Una limpiadora vierte excrementos sobre su jefe por despedirla tras la boda de su hija

Parece sacado de una escena de la película Criadas y señoras, donde una sirvienta negra se venga de su altiva ama sureña al darle a probar un pastel de chocolate aderezado con un ingrediente especial. En este caso no sale de la imaginación de una novelista sino de la vida real. Ocurrió en Vigo. Una limpiadora de piscinas se quiso vengar de la misma manera de su jefe por despedirla fulminantemente al volver de la boda de su hija. La mujer, presa de la ira, entró en el despacho, vació una bolsa con excrementos en un bidón lleno de agua y vertió las aguas fecales encima del jefe, que quedó empapado de arriba abajo. La denunció por daños porque también la acusan de destrozar varios ordenadores de la oficina.

La mujer, que prefirió guardar el anonimato, compareció ayer en el juzgado de instrucción número 1 de Vigo para conocer los pormenores de la denuncia. Fuentes del tribunal indicaron que no se trataba propiamente de unas declaraciones.

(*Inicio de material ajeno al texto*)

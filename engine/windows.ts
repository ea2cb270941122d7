// Access windows: when the predicted tide stands at or above (or at or below) a level.
//
// Method. Between two consecutive high and low waters the curve is monotone (they are every zero of
// h′ where it changes sign; a horizontal inflection does not break monotony), so it meets a level at
// most once there, and it does exactly when the level lies between the heights at the two ends. Each
// such crossing is bracketed and found as a root, never by sampling:
// - reference ports: on the harmonic prediction itself, in the same pass over the kernel that finds the
//   high and low waters (engine/extrema.ts scanTides: the grid points and the events split the curve into
//   monotone pieces, and each crossing is solved on its piece's Taylor polynomial), to under a millisecond;
// - secondary ports: on the secondary curve, the half-cosine between the port's own high and low
//   waters, h = h1 + (h2 − h1)(1 − cos πx)/2, solved in closed form x = acos(1 − 2(L − h1)/(h2 − h1))/π.
//   That curve is an approximation between the port's events; the note at the end of this file says how good.
import { scanTides, type LevelCrossings } from './extrema.js';
import { firstOf, itemAt, lastOf, numberAt } from './item.js';
import type { EngineContext } from './context.js';
import { cosineCurve, predictorFor, tideEvents, type StationLookup } from './tides.js';
import type { Station, TideEvent, WindowSide } from './types.js';

export type { WindowSide } from './types.js';

/** An interval of UTC ms during which the window is open: start ≤ t < end. */
export interface OpenInterval {
  start: number;
  end: number;
}

/** How the crossings of a station are found: 'harmonic' on the prediction, 'secondary-curve' otherwise. */
export type WindowMethod = 'harmonic' | 'secondary-curve';

const DAY = 86_400_000;

/** Where the half-cosine from event a to event b meets the level (closed form; a and b bracket it). */
export function cosineCrossing(a: TideEvent, b: TideEvent, level: number): number {
  const c = 1 - (2 * (level - a.height)) / (b.height - a.height);
  return a.time + ((b.time - a.time) * Math.acos(Math.min(1, Math.max(-1, c)))) / Math.PI;
}

const isOpen = (h: number, side: WindowSide, level: number): boolean => (side === 'above' ? h >= level : h <= level);

/** A level and the side of it on which a window is open. */
export interface WindowLevel {
  side: WindowSide;
  level: number;
}

/** Intervals clipped to [from, to), empty ones dropped and touching ones joined. */
function tidy(intervals: readonly OpenInterval[], from: number, to: number): OpenInterval[] {
  const out: OpenInterval[] = [];
  for (const w of intervals) {
    const start = Math.max(w.start, from);
    const end = Math.min(w.end, to);
    if (!(end > start)) continue;
    const last = out[out.length - 1];
    if (last && start <= last.end) last.end = Math.max(last.end, end);
    else out.push({ start, end });
  }
  return out;
}

/**
 * A reference port's open intervals from the scan's crossings: the tide is at or above the level from
 * `start` (when it was there) and from each upward crossing until the next downward one. At or below
 * is the complement; a level the tide only touches at one instant opens or closes nothing.
 */
function harmonicIntervals(c: LevelCrossings, side: WindowSide, from: number, to: number): OpenInterval[] {
  const out: OpenInterval[] = [];
  let open = side === 'above' ? c.aboveAtStart : !c.aboveAtStart;
  let since = from;
  for (const t of c.times) {
    if (open) out.push({ start: since, end: t });
    else since = t;
    open = !open;
  }
  if (open) out.push({ start: since, end: to });
  return tidy(out, from, to);
}

/** A secondary port's open intervals: the half-cosine between its own consecutive events. */
function secondaryIntervals(events: readonly TideEvent[], l: WindowLevel, from: number, to: number): OpenInterval[] {
  if (events.length === 0) return [];
  const out: OpenInterval[] = [];
  let previous = firstOf(events, 'tide events');
  let open = isOpen(previous.height, l.side, l.level);
  let since = previous.time;
  for (let i = 1; i < events.length; i++) {
    const e = itemAt(events, i, 'tide events');
    const next = isOpen(e.height, l.side, l.level);
    if (next !== open) {
      const t = cosineCrossing(previous, e, l.level);
      if (open) out.push({ start: since, end: t });
      else since = t;
      open = next;
    }
    previous = e;
  }
  if (open) out.push({ start: since, end: lastOf(events, 'tide events').time });
  return tidy(out, from, to);
}

/**
 * For each level, every interval in [from, to) when the tide is at or above (`above`) or at or below
 * (`below`) it, in time order, clipped to the span. For a secondary port `events` may pass its high and
 * low waters already computed, covering [from − 2 days, to + 2 days); a reference port's are found in the
 * same pass as the crossings.
 */
export function openIntervalsOf(
  station: Station, set: StationLookup, levels: readonly WindowLevel[], from: number, to: number,
  events?: readonly TideEvent[], ctx?: EngineContext,
): OpenInterval[][] {
  if (!(to > from)) return levels.map(() => []);
  if (station.kind === 'reference') {
    const scan = scanTides(predictorFor(station, ctx), from, to, levels.map((l) => l.level));
    return levels.map((l, k) => harmonicIntervals(itemAt(scan.levels, k, 'scanned levels'), l.side, from, to));
  }
  const evs = events ?? tideEvents(station, set, from - 2 * DAY, to + 2 * DAY, ctx);
  return levels.map((l) => secondaryIntervals(evs, l, from, to));
}

/** The open intervals of one level (see openIntervalsOf). */
export function openIntervals(
  station: Station, set: StationLookup, side: WindowSide, level: number, from: number, to: number,
  events?: readonly TideEvent[], ctx?: EngineContext,
): OpenInterval[] {
  return firstOf(openIntervalsOf(station, set, [{ side, level }], from, to, events, ctx), 'intervals of one level');
}

/** The method the crossings of a station come from. */
export function windowMethod(station: Station): WindowMethod {
  return station.kind === 'reference' ? 'harmonic' : 'secondary-curve';
}

/** The tide's height at an instant and whether it is rising: harmonic, or the secondary curve. */
export function heightAndTrend(
  station: Station, set: StationLookup, t: number, ctx?: EngineContext,
): { height: number; trend: 'rising' | 'falling' } {
  if (station.kind === 'reference') {
    const p = predictorFor(station, ctx);
    return { height: p.heightAt(t), trend: p.rateAt(t) >= 0 ? 'rising' : 'falling' };
  }
  const events = tideEvents(station, set, t - 2 * DAY, t + 2 * DAY, ctx);
  const height = numberAt(cosineCurve(events, t, 1, 1), 0, 'secondary curve');
  // Between a low and the next high the secondary curve rises.
  const next = events.find((e) => e.time > t);
  return { height, trend: next?.type === 'high' ? 'rising' : 'falling' };
}

// How far to trust windows at a secondary port (the catalogue's window.secondaryNote words it for readers):
// Measured on the demo reference ports over 2027 by drawing the same curve through their own high and low
// waters and comparing it with their harmonic prediction (minute steps): height differences up to 0.1 m
// (a symmetric tide) to 0.7 m (strong overtides), crossing times of levels at a quarter, half and three
// quarters of the range moved by up to 11 to 30 minutes, and by hours where a mixed tide stands near the level.

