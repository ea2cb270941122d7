// The public surface of the engine: re-exports only (whoever adds a module adds its line).
export * from './localtime.js';
export * from './stations.js';
export * from './sky.js';
export * from './astro.js';
export * from './constituents.js';
export * from './nodal.js';
export * from './predict.js';
export * from './extrema.js';
export * from './analysis.js';
export * from './secondary.js';
export * from './difference-example.js';
export * from './tides.js';
export * from './datums.js';
export * from './springneap.js';
export * from './almanac.js';
export * from './windows.js';
export * from './streams.js';
export * from './errors.js';
export * from './item.js';
export type * from './types.js';
export type { OffsetChange } from './types.js'; // the same shape as localtime's, named once
export * from './windows-check.js';
export { mm } from './almanac/format.js';
export * from './context.js';
export * from './read-text.js';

La implicada es una viuda de 58 años que trabajó como camarera o limpiadora desde hace 38 años. Fuera de los juzgados, admitió los hechos pero lo justificó porque actuó presa de su furia por la «injusticia» que había sufrido por parte de una empresa a la que había dedicado nueve años. Su puesto era el de «comodín», pues tenía que ir a diversas piscinas en distintos horarios a sustituir a sus compañeras cuando era necesario. «Nunca cogí una baja, siempre dije sí a todo lo que me encargaron, iba a cualquier hora y nunca protesté. Y al volver me encontré con los papeles sobre la mesa para echarme porque, según el jefe, no pedí permiso para irme», señaló la denunciada.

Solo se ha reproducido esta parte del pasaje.